## WHAT THE TASK ASKS
Search the entries below for "headspace". Report each line where it occurs.

## ENTRIES SUPPLIED
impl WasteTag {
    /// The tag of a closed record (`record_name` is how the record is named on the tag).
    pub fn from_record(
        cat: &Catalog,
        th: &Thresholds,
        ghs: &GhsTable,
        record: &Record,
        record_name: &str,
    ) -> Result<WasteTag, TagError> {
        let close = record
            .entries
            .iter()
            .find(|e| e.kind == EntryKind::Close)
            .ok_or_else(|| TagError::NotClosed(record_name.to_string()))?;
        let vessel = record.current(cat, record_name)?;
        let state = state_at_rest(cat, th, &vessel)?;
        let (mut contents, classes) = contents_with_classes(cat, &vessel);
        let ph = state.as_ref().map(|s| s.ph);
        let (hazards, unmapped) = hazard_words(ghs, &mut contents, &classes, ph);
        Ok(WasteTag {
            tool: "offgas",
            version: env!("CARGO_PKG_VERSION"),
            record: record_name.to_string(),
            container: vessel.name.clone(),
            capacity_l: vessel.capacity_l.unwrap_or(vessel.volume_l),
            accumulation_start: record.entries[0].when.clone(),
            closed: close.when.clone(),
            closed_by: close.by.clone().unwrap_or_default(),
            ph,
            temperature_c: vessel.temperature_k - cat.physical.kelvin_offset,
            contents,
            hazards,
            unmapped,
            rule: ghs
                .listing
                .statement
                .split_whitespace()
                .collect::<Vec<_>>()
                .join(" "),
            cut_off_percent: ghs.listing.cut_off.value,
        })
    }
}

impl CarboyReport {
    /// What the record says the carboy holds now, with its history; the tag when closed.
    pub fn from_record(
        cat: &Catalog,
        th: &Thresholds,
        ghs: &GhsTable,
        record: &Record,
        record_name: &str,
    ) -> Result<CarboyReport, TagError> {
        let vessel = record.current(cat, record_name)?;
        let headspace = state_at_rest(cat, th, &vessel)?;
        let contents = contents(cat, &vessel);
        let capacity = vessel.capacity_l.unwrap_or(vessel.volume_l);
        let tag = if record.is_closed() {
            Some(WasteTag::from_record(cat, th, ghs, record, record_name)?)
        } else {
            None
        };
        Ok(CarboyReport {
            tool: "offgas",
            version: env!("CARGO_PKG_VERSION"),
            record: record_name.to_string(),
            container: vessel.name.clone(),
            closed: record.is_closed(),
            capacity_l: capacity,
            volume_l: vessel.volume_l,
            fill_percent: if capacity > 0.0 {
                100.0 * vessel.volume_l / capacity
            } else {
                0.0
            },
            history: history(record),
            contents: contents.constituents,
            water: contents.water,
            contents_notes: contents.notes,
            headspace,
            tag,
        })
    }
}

## TASK OUTPUT
        let headspace = state_at_rest(cat, th, &vessel)?;
            headspace,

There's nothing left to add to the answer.